L'affaire ERAI (Entreprise Rhône-Alpes internationale), structure présentée comme le bras armé du conseil régional de Rhône-Alpes pour accompagner les entreprises à l'international, a alimenté la chronique pendant les nombreux mois précédant sa liquidation judiciaire le 30 juin 2015 par le tribunal de grande instance de Lyon. Et le rapport de la chambre régionale des comptes, qui sera débattu le 23 juin prochain dans sa version définitive par la nouvelle assemblée régionale présidée par Laurent Wauquiez (LR), était très attendu. Il confirme des manquements à tous les niveaux à des degrés divers.

Au nom de la continuité d'exploitation ?

"Afin de connaître la situation financière du groupe que constituait ERAI et ses filiales, les administrateurs et la collectivité auraient dû exiger des comptes consolidés certifiés* et des tableaux de trésorerie qui auraient révélé une situation très dégradée dès 2010", estime le rapport définitif.

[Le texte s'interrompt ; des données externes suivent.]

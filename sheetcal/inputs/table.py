"""Comma-separated tables with a header: rows by column, each with its line."""

import csv
import io
import math
import os
import re
from collections.abc import Collection, Mapping
from dataclasses import dataclass
from datetime import date, datetime

from sheetcal.errors import BadInput
from sheetcal.inputs.text import Faults, TextFile, nearest, read_text

# A text cell of ours that begins like a formula carries a leading quote.
QUOTED_FORMULA = re.compile(r"'[=+\-@\t\r]")
NOT_DETERMINED = {"-", "--", "n.d.", "nd", "n.b.", "n/a", "na", "none", "null", "nan", "?"}


@dataclass(frozen=True, slots=True)
class Row:
    """One line of a table: cells by column, without surrounding blanks."""

    line: int
    cells: Mapping[str, str]

    def __getitem__(self, column: str) -> str:
        return self.cells.get(column, "")


@dataclass(frozen=True, slots=True)
class Table:
    """A table as read; `columns` in the file's order."""

    source: TextFile
    columns: tuple[str, ...]
    rows: tuple[Row, ...]


def read_table(path: str | os.PathLike[str], known: Collection[str], required: Collection[str]) -> Table:
    """The table in a comma-separated file. Raises BadInput or BadInputs, naming file and line.

    `known` columns may stand in any order; lines that start with `#` before the header are notes.
    """
    return parse_table(read_text(path), known, required)


def parse_table(source: TextFile, known: Collection[str], required: Collection[str]) -> Table:
    """As `read_table`, of text already read."""
    faults = Faults(source)
    lines = _lines(source)
    if not lines:
        raise BadInput(source.where(), "has no header", "a line " + ",".join(sorted(required)), "Add it.")
    header_line, header = lines[0]
    columns = tuple(cell.strip() for cell in header)
    _check_header(columns, header_line, known, required, faults)
    faults.close()
    rows = []
    for line, cells in lines[1:]:
        if len(cells) != len(columns):
            expected = f"{len(columns)} cells, as in the header"
            faults.add(line, f"has {len(cells)} cells", expected, "Quote a text that holds a comma.")
            continue
        rows.append(Row(line, {c: _clean(cell) for c, cell in zip(columns, cells, strict=True)}))
    faults.close()
    return Table(source, columns, tuple(rows))


def _lines(source: TextFile) -> list[tuple[int, list[str]]]:
    """(line, cells) of every line that holds anything; notes before the header are left out."""
    reader = csv.reader(io.StringIO(source.text, newline=""), strict=True)
    found: list[tuple[int, list[str]]] = []
    before = 0
    try:
        for cells in reader:
            first_line, before = before + 1, reader.line_num
            note = not found and cells and cells[0].lstrip().startswith("#")
            if any(cell.strip() for cell in cells) and not note:
                found.append((first_line, cells))
    except csv.Error as fault:
        line = reader.line_num or 1
        do = "Close the quotation mark."
        raise BadInput(source.where(line), f"is not comma-separated text ({fault})", "", do) from fault
    return found


def _check_header(
    columns: tuple[str, ...], line: int, known: Collection[str], required: Collection[str], faults: Faults
) -> None:
    """Note unknown, repeated and missing columns, and a wrong separator."""
    if len(columns) == 1 and (";" in columns[0] or "\t" in columns[0]):
        sign = ";" if ";" in columns[0] else "a tab"
        faults.add(line, f"columns are separated by {sign}", "commas", "Save it as comma-separated text.")
        return
    for position, column in enumerate(columns):
        if column in columns[:position]:
            faults.add(line, f"column '{column}' stands twice", "each column once", "Remove one.")
        elif not column:
            faults.add(line, f"column {position + 1} has no name", "a column name", "Name or remove it.")
        elif column not in known:
            faults.add(line, f"unknown column '{column}'", nearest(column, known), "Correct the header.")
    for column in sorted(set(required) - set(columns)):
        faults.add(line, f"column '{column}' is missing", "it in the header", "Add the column.")


def _clean(cell: str) -> str:
    text = cell.strip()
    return text[1:] if QUOTED_FORMULA.match(text) else text


def number(text: str) -> float:
    """The number a cell holds: decimal point, finite. Raises BadInput, saying what was meant."""
    if re.fullmatch(r"[+-]?(\d+\.?\d*|\.\d+)([eE][+-]?\d+)?", text):
        value = float(text)
        if math.isfinite(value):
            return value
        raise BadInput(f"'{text}'", "is too large", "a finite number", "Correct the cell.")
    if re.fullmatch(r"[+-]?\d+,\d+", text):
        do = f"Write {text.replace(',', '.')}."
        raise BadInput(f"'{text}'", "has a decimal comma", "a decimal point", do)
    if text.lower() in NOT_DETERMINED:
        do = "Leave the cell empty, or give the limit with the mark <."
        raise BadInput(f"'{text}'", "is not a number", "a number or nothing", do)
    raise BadInput(f"'{_shown(text)}'", "is not a number", "a number with a decimal point", "Correct the cell.")


def marked_number(text: str) -> tuple[float, str]:
    """(number, mark) of a cell; `<0.05` has the mark `<`. Raises BadInput."""
    if text.startswith("<"):
        return number(text[1:].strip()), "<"
    return number(text), ""


def moment(text: str) -> datetime:
    """A local date and time, `2025-03-03T09:00`; a date alone is its midnight. Raises BadInput."""
    if re.fullmatch(r"\d{4}-\d\d-\d\d([T ]\d\d:\d\d(:\d\d)?)?", text):
        try:
            return datetime.fromisoformat(text)
        except ValueError:
            pass  # 30 February and 25:00 are said below
    raise BadInput(f"'{_shown(text)}'", "is not a date and time", "2025-03-03T09:00", "Correct the cell.")


def day(text: str) -> date:
    """A date, `2025-03-03`. Raises BadInput."""
    if re.fullmatch(r"\d{4}-\d\d-\d\d", text):
        try:
            return date.fromisoformat(text)
        except ValueError:
            pass  # 30 February is said below
    raise BadInput(f"'{_shown(text)}'", "is not a date", "2025-03-03", "Correct the cell.")


def _shown(text: str) -> str:
    """The text as a message may show it: printable and short."""
    clean = "".join(c if c.isprintable() else f"\\x{ord(c):02x}" for c in text)
    return clean if len(clean) <= 40 else clean[:37] + "..."
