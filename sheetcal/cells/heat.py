"""Heat cell functions: heat, mass, specific heat and temperature of one body; electrical heat; water.

Standard library only: this file also runs inside LibreOffice's Python.
"""

from typing import Annotated

from sheetcal.cells.constants import ABSOLUTE_ZERO
from sheetcal.cells.registry import (
    DEGC,
    J_PER_G,
    J_PER_G_K,
    J_PER_K,
    Constant,
    G,
    J,
    K,
    S,
    cell,
)

VOLT = Annotated[float, "V"]
AMPERE = Annotated[float, "A"]

_IAPWS = "IAPWS SR6-08(2011), liquid water at 0.1 MPa, equation for the isobaric heat capacity"
WATER_GAS_CONSTANT = Constant(0.46151805, "J/(g K)", name="water_gas_constant", source=_IAPWS)
WATER_REDUCING = Constant(10.0, "K", name="water_reducing_temperature", source=_IAPWS)
WATER_HOT_POLE = Constant(319.85, "degC", name="water_hot_pole", source=f"{_IAPWS}; 593 K")
WATER_COLD_POLE = Constant(-41.15, "degC", name="water_cold_pole", source=f"{_IAPWS}; 232 K")


MASS = (1e-6, 1e6)
SPECIFIC = (0.01, 20.0)


@cell(
    "HEAT_FROM_RISE",
    equation="Q = m c dT",
    source="definition of the specific heat",
    standing="derived",
    valid={"mass": (0.0, 1e6), "specific_heat": (0.0, 20.0)},
)
def heat_from_rise(mass: G, specific_heat: J_PER_G_K, rise: K) -> J:
    """Heat taken up by a body that warms; its specific heat taken as constant."""
    return mass * specific_heat * rise


@cell(
    "RISE_FROM_HEAT",
    equation="dT = Q / (m c)",
    source="definition of the specific heat",
    standing="derived",
    valid={"mass": MASS, "specific_heat": SPECIFIC},
)
def rise_from_heat(heat: J, mass: G, specific_heat: J_PER_G_K) -> K:
    """Temperature rise of a body that takes up heat; its specific heat taken as constant."""
    return heat / (mass * specific_heat)


@cell(
    "MASS_FROM_HEAT",
    equation="m = Q / (c dT)",
    source="definition of the specific heat",
    standing="derived",
    valid={"specific_heat": SPECIFIC},
    needs=("rise != 0",),
)
def mass_from_heat(heat: J, specific_heat: J_PER_G_K, rise: K) -> G:
    """Mass of the body that a heat warms by a rise."""
    return heat / (specific_heat * rise)


@cell(
    "SPECIFIC_HEAT_FROM_HEAT",
    equation="c = Q / (m dT)",
    source="definition of the specific heat",
    standing="derived",
    valid={"mass": MASS},
    needs=("rise != 0",),
)
def specific_heat_from_heat(heat: J, mass: G, rise: K) -> J_PER_G_K:
    """Mean specific heat over a rise."""
    return heat / (mass * rise)


@cell(
    "FINAL_TEMPERATURE_FROM_HEAT",
    equation="T = T0 + Q / (m c)",
    source="definition of the specific heat",
    standing="derived",
    valid={"mass": MASS, "specific_heat": SPECIFIC},
)
def final_temperature_from_heat(start: DEGC, heat: J, mass: G, specific_heat: J_PER_G_K) -> DEGC:
    """Final temperature of a body that takes up heat; no change of phase."""
    return start + heat / (mass * specific_heat)


@cell(
    "HEAT_OF_CHANGE",
    equation="Q = m L",
    source="definition of the latent heat",
    standing="derived",
    valid={"mass": (0.0, 1e6), "latent_heat": (0.0, 1e5)},
)
def heat_of_change(mass: G, latent_heat: J_PER_G) -> J:
    """Heat to melt or boil a mass at its temperature of change."""
    return mass * latent_heat


@cell(
    "LATENT_HEAT_FROM_HEAT",
    equation="L = Q / m",
    source="definition of the latent heat",
    standing="derived",
    valid={"mass": MASS},
)
def latent_heat_from_heat(heat: J, mass: G) -> J_PER_G:
    """Latent heat from the heat that changed a mass."""
    return heat / mass


@cell(
    "HEAT_CAPACITY_FROM_HEAT",
    equation="C = Q / dT",
    source="definition of the heat capacity",
    standing="derived",
    needs=("rise != 0",),
)
def heat_capacity_from_heat(heat: J, rise: K) -> J_PER_K:
    """Heat capacity of a calorimeter from a known heat, electrical or of reaction, and its rise."""
    return heat / rise


@cell(
    "ELECTRICAL_HEAT",
    equation="Q = U I t",
    source="Joule's law; mean voltage and current over the duration",
    standing="derived",
    valid={"voltage": (0.0, 1000.0), "current": (0.0, 1000.0), "duration": (0.0, 1e6)},
)
def electrical_heat(voltage: VOLT, current: AMPERE, duration: S) -> J:
    """Heat of an electrical heater at steady voltage and current."""
    return voltage * current * duration


@cell(
    "WATER_SPECIFIC_HEAT",
    equation="c = -R [c3 + tau sum n(n+1) a alpha^(n+2) + tau sum m(m+1) b beta^(m+2)], tau = T/10 K, "
    "alpha = 10 K/(593 K - T), beta = 10 K/(T - 232 K)",
    source=_IAPWS,
    valid={"temperature": (0.0, 100.0)},
)
def water_specific_heat(temperature: DEGC) -> J_PER_G_K:
    """Specific heat of liquid water at 0.1 MPa; 0.1 % stated, 0.01 % at room temperature."""
    tau = (temperature - ABSOLUTE_ZERO) / WATER_REDUCING
    alpha = WATER_REDUCING / (WATER_HOT_POLE - temperature)
    beta = WATER_REDUCING / (temperature - WATER_COLD_POLE)
    hot = 20 * -1.661470539e5 * alpha**6 + 30 * 2.708781640e6 * alpha**7 + 56 * -1.557191544e8 * alpha**9
    cold = 6 * -8.237426256e-1 * beta**4 + 12 * 1.908956353 * beta**5 + 20 * -2.017597384 * beta**6
    tail = 30 * 8.546361348e-1 * beta**7
    return -WATER_GAS_CONSTANT * (-8.983025854 + tau * (hot + cold + tail))
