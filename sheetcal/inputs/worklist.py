"""The worklist: samples to be determined, as the office sends them to the bench."""

import os
from dataclasses import dataclass
from datetime import date

from sheetcal.errors import BadInput
from sheetcal.inputs.analysis import BASES, OWN_BASIS, QUANTITIES, SOURCES, AnalysisValue, term
from sheetcal.inputs.table import Row, Table, day, marked_number, number, read_table
from sheetcal.inputs.text import Faults, TextFile

PLAIN = (
    "sample_id", "order", "client", "description", "fuel_class", "received", "condition", "runs", "role",
    "expected_gross", "approval", "customer_limit", "basis", "hydrogen", "remarks",
)  # fmt: skip
VALUES = ("total_moisture", "analysis_moisture", "ash", "C", "H", "N", "S", "Cl", "O")
COLUMNS = (*PLAIN, *VALUES, *(f"{one}_{end}" for one in VALUES for end in ("source", "mark", "basis")))
ROLES = {"sample": "sample", "control": "control", "aid-blank": "aid-blank"}
HYDROGEN = {
    "total": "total",
    "without_moisture": "without moisture",
    "without moisture": "without moisture",
}
MOST_RUNS = 20


@dataclass(frozen=True, slots=True)
class WorklistSample:
    """One line of a worklist; an empty text or None is a reading still open.

    `expected_gross` in J/g as analysed; `values` by quantity, in mass per cent; `basis` is that of the
    customer's limit; `hydrogen` says whether the hydrogen given includes that of the moisture.
    """

    sample_id: str
    line: int
    order: str = ""
    client: str = ""
    description: str = ""
    fuel_class: str = ""
    received: date | None = None
    condition: str = ""
    runs: int | None = None
    role: str = "sample"
    expected_gross: float | None = None
    approval: str = ""
    customer_limit: str = ""
    basis: str = ""
    hydrogen: str = ""
    remarks: str = ""
    values: tuple[AnalysisValue, ...] = ()
    sources: tuple[tuple[str, str], ...] = ()

    def value(self, quantity: str) -> AnalysisValue | None:
        """The value of a quantity, or None where the worklist has none."""
        return next((one for one in self.values if one.quantity == quantity), None)

    def source(self, quantity: str) -> str:
        """Where the quantity's value comes from, also where the value itself is still to come."""
        return dict(self.sources).get(quantity, "")


@dataclass(frozen=True, slots=True)
class Worklist:
    """A worklist as read."""

    source: TextFile
    samples: tuple[WorklistSample, ...]

    @property
    def sha256(self) -> str:
        """Hash of the file as read."""
        return self.source.sha256


def read_worklist(path: str | os.PathLike[str]) -> Worklist:
    """The samples of a worklist, in file order. Raises BadInput or BadInputs with file and line."""
    table = read_table(path, COLUMNS, ["sample_id"])
    faults = Faults(table.source)
    samples = [_sample(row, faults) for row in table.rows]
    _refuse_repeats(table, faults)
    if not table.rows:
        faults.add(None, "has a header and no samples", "a sample a line", "Give the right file.")
    faults.close()
    return Worklist(table.source, tuple(samples))


def _sample(row: Row, faults: Faults) -> WorklistSample:
    """The sample of one row; what cannot be read is noted and left open."""
    if not row["sample_id"]:
        faults.add(row.line, "sample_id is empty", "a sample id", "Fill it in.")
    return WorklistSample(
        sample_id=row["sample_id"],
        line=row.line,
        order=row["order"],
        client=row["client"],
        description=row["description"],
        fuel_class=row["fuel_class"],
        received=_received(row, faults),
        condition=row["condition"],
        runs=_runs(row, faults),
        role=term(row, "role", ROLES, faults) or "sample",
        expected_gross=_expected(row, faults),
        approval=row["approval"],
        customer_limit=row["customer_limit"],
        basis=term(row, "basis", BASES, faults),
        hydrogen=term(row, "hydrogen", HYDROGEN, faults),
        remarks=row["remarks"],
        values=tuple(one for one in (_value(row, name, faults) for name in VALUES) if one),
        sources=tuple((QUANTITIES[name], row[f"{name}_source"]) for name in VALUES if row[f"{name}_source"]),
    )


def _received(row: Row, faults: Faults) -> date | None:
    if not row["received"]:
        return None
    try:
        return day(row["received"])
    except BadInput as error:
        faults.add_error(row.line, "received", error)
        return None


def _runs(row: Row, faults: Faults) -> int | None:
    """Required runs; blank leaves it to the fuel class."""
    text = row["runs"]
    if not text:
        return None
    if text.isascii() and text.isdigit() and 1 <= int(text) <= MOST_RUNS:
        return int(text)
    expected = f"a whole number from 1 to {MOST_RUNS}"
    faults.add(row.line, f"runs '{text}'", expected, "Correct the cell.")
    return None


def _expected(row: Row, faults: Faults) -> float | None:
    """Expected gross value, J/g as analysed. A value below 100 was meant in MJ/kg."""
    text = row["expected_gross"]
    if not text:
        return None
    try:
        value = number(text)
    except BadInput as error:
        faults.add_error(row.line, "expected_gross", error)
        return None
    if 0 < abs(value) < 100:
        do = f"Write {value * 1000:.10g}."
        faults.add(row.line, f"expected_gross {text} looks like MJ/kg", "J/g as analysed", do)
    elif not -3000 <= value <= 60000:
        faults.add(row.line, f"expected_gross {text} J/g", "-3000 to 60000 J/g", "Correct the cell.")
    return value


def _value(row: Row, name: str, faults: Faults) -> AnalysisValue | None:
    """The analysis value in column `name` with its mark, source and basis, or None where it is blank."""
    source = term(row, f"{name}_source", SOURCES, faults)
    basis = term(row, f"{name}_basis", BASES, faults)
    mark = row[f"{name}_mark"]
    if mark not in ("", "<"):
        faults.add(row.line, f"{name}_mark '{mark}' is not known", "< or nothing", "Correct the cell.")
    if not row[name]:
        return None
    try:
        value, own_mark = marked_number(row[name])
    except BadInput as error:
        faults.add_error(row.line, name, error)
        return None
    if not 0 <= value <= 100:
        faults.add(row.line, f"{name} {value:.6g} %", "0 % to 100 %", "Correct the cell.")
    quantity = QUANTITIES[name]
    basis = basis or OWN_BASIS.get(quantity, "")
    return AnalysisValue(row["sample_id"], quantity, value, basis, source=source, mark=own_mark or mark, line=row.line)


def _refuse_repeats(table: Table, faults: Faults) -> None:
    seen: dict[str, int] = {}
    for row in table.rows:
        name = row["sample_id"]
        if name and name in seen:
            what = f"sample_id '{name}' stands already on line {seen[name]}"
            faults.add(row.line, what, "each sample once", "Raise its runs, or remove the line.")
        seen.setdefault(name, row.line)
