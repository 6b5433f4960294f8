"""Sums, differences and absent parts: what several kinds of sheet need in a line of its own.

Standard library only: this file also runs inside LibreOffice's Python.
"""

from typing import Annotated

from sheetcal.cells.constants import J_PER_KJ
from sheetcal.cells.primitives import is_number, total
from sheetcal.cells.registry import (
    ANY,
    DEGC,
    KJ,
    OPTIONAL,
    SAME,
    SAME_AS_VALUE,
    SAME_AS_VALUES,
    VALUES,
    J,
    K,
    cell,
)

ANY_OR_BLANK = Annotated[float, "any", OPTIONAL]
SAME_AS_FIRST = Annotated[float, SAME + "first"]
SAME_AS_FIRST_OR_BLANK = Annotated[float, SAME + "first", OPTIONAL]


@cell(
    "VALUE_OR_ZERO",
    equation="the value, 0 where it is blank",
    source="what is not there adds nothing",
    standing="derived",
)
def value_or_zero(value: ANY_OR_BLANK) -> SAME_AS_VALUE:
    """A reading, counted as 0 where it is blank."""
    return value if is_number(value) else 0


@cell("SUM_OF_TWO", equation="a + b", source="definition of a sum", standing="derived")
def sum_of_two(first: ANY, second: SAME_AS_FIRST) -> SAME_AS_FIRST:
    """Sum of two values; blank where one is missing."""
    return first + second


@cell("DIFFERENCE_OF", equation="a - b", source="definition of a difference", standing="derived")
def difference_of(first: ANY, second: SAME_AS_FIRST) -> SAME_AS_FIRST:
    """The first value less the second; blank where one is missing."""
    return first - second


@cell(
    "FIRST_OF",
    equation="the first, or the second where the first is blank",
    source="what was measured for the run comes before what holds for all",
    standing="derived",
    needs=("is_number(first) or is_number(second)",),
)
def first_of(first: ANY_OR_BLANK, second: SAME_AS_FIRST_OR_BLANK) -> SAME_AS_FIRST:
    """The first of two readings, or the second where the first is blank."""
    return first if is_number(first) else second


@cell("RISE_OF", equation="dT = T2 - T1", source="definition of a rise", standing="derived")
def rise_of(start: DEGC, end: DEGC) -> K:
    """Rise between two temperatures; negative when it falls."""
    return end - start


@cell("IN_KJ", equation="kJ = J / 1000", source="unit conversion, exact", standing="derived")
def in_kj(value: J) -> KJ:
    """A heat in kJ."""
    return value / J_PER_KJ


@cell("TOTAL_OF", equation="sum of the values", source="definition of a sum", standing="derived")
def total_of(values: VALUES) -> SAME_AS_VALUES:
    """Sum of the numbers of a range; blank where it holds none."""
    return total(values)
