"""What a balance or another instrument stored by itself: time, instrument, run, quantity, value, unit."""

import os
from dataclasses import dataclass
from datetime import datetime

from sheetcal import units
from sheetcal.errors import BadInput
from sheetcal.inputs.table import Row, moment, number, read_table
from sheetcal.inputs.text import Faults

COLUMNS = ("time", "instrument", "run", "quantity", "value", "unit")


@dataclass(frozen=True, slots=True)
class InstrumentReading:
    """One value an instrument stored, in its own unit; `run` as the bench calls it, or empty."""

    time: datetime
    instrument: str
    run: str
    quantity: str
    value: float
    unit: str
    line: int


def read_instrument_log(path: str | os.PathLike[str]) -> tuple[InstrumentReading, ...]:
    """The readings of an instrument log, in file order. Raises BadInput or BadInputs with file and line."""
    table = read_table(path, COLUMNS, COLUMNS)
    faults = Faults(table.source)
    found = [_reading(row, faults) for row in table.rows]
    faults.close()
    return tuple(one for one in found if one)


def _reading(row: Row, faults: Faults) -> InstrumentReading | None:
    try:
        units.parse(row["unit"])
        value, time = number(row["value"]), moment(row["time"])
    except BadInput as error:
        faults.add_error(row.line, "reading", error)
        return None
    return InstrumentReading(time, row["instrument"], row["run"], row["quantity"], value, row["unit"], row.line)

Quant au commissaire aux comptes, "en s'abstenant de recourir à la procédure d'alerte" il "pourrait voir sa responsabilité engagée", tranche la chambre.

La position de l'homme de chiffre arguant de la continuité de l'exploitation (toujours subventionnée par la région) semble "fragile", aux yeux des juges financiers.

La chute finale d'ERAI, provoquée par une opposition politique de certains...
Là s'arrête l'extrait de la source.